ASSIGNMENT:
Only the number is wanted: how many lines of these entries contain the word "empty"?
[Opening PROVIDED RECORDS section]
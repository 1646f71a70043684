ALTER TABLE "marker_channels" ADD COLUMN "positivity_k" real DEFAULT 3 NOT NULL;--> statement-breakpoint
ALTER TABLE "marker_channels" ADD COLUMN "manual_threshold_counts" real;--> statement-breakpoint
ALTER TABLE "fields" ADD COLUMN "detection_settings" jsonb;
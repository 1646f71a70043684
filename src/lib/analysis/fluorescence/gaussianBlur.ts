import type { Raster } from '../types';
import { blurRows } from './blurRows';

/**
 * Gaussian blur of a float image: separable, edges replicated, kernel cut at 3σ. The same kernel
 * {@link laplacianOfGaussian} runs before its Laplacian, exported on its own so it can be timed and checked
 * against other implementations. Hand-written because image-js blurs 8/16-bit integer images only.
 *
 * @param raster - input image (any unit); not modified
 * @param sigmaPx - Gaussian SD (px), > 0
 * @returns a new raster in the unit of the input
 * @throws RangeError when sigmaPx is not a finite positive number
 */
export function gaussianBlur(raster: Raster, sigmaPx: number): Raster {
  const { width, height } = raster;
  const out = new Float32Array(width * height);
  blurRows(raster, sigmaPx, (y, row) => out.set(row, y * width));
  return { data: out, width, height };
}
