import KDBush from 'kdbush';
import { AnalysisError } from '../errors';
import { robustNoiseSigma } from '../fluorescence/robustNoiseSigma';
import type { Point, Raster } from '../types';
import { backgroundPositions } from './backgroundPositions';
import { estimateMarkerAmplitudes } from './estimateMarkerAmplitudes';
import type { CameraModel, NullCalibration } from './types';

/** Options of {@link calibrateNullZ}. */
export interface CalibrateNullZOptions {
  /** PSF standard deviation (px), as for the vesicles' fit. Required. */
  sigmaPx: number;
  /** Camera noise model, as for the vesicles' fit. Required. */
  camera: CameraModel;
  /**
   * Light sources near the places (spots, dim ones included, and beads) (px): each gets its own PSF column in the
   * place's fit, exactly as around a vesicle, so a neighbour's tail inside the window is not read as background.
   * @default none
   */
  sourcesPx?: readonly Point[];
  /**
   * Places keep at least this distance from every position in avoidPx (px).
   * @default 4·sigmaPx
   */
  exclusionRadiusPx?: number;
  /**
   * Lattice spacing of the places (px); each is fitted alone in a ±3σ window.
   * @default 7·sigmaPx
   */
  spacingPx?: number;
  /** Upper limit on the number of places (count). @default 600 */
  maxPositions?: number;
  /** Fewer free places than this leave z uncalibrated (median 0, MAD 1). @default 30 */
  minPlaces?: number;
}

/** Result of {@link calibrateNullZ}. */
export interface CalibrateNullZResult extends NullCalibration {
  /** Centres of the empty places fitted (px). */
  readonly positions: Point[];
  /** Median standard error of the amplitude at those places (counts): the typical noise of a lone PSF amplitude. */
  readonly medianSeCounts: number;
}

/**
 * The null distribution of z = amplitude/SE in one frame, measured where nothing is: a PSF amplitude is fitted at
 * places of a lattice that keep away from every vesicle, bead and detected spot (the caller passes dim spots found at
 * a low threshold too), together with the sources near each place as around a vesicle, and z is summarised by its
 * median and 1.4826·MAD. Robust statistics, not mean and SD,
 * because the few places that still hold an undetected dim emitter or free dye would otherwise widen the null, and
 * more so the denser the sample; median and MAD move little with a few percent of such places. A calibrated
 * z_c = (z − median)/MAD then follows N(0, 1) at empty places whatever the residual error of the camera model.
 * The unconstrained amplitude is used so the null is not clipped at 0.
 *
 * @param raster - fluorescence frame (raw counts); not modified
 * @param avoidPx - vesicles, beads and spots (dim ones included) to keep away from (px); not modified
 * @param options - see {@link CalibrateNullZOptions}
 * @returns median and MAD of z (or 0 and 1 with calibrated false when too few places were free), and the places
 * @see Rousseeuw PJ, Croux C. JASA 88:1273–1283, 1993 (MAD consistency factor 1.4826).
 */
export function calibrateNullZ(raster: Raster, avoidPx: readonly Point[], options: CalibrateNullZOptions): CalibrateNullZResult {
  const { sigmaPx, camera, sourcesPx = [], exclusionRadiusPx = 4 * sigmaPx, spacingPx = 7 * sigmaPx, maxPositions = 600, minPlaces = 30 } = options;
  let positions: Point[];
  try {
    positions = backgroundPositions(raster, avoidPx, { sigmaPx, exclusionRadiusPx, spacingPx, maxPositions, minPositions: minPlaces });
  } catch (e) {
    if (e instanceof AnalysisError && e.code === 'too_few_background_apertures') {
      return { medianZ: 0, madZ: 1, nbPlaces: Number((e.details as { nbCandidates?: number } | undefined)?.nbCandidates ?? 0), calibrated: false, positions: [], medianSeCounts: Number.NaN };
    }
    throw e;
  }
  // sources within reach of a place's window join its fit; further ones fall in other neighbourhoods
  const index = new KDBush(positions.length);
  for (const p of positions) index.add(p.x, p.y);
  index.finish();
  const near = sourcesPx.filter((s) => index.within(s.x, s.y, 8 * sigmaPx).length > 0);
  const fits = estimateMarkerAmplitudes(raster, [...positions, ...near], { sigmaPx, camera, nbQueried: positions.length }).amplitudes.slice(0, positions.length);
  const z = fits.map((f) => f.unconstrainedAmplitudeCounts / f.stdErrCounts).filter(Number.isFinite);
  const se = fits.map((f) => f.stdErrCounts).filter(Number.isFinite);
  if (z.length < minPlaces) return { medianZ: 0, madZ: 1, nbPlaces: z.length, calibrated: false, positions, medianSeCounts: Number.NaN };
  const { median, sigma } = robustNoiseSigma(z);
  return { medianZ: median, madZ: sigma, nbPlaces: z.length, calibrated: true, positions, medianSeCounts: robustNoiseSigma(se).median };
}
[Closing PROVIDED RECORDS section]
TASK OUTPUT:
2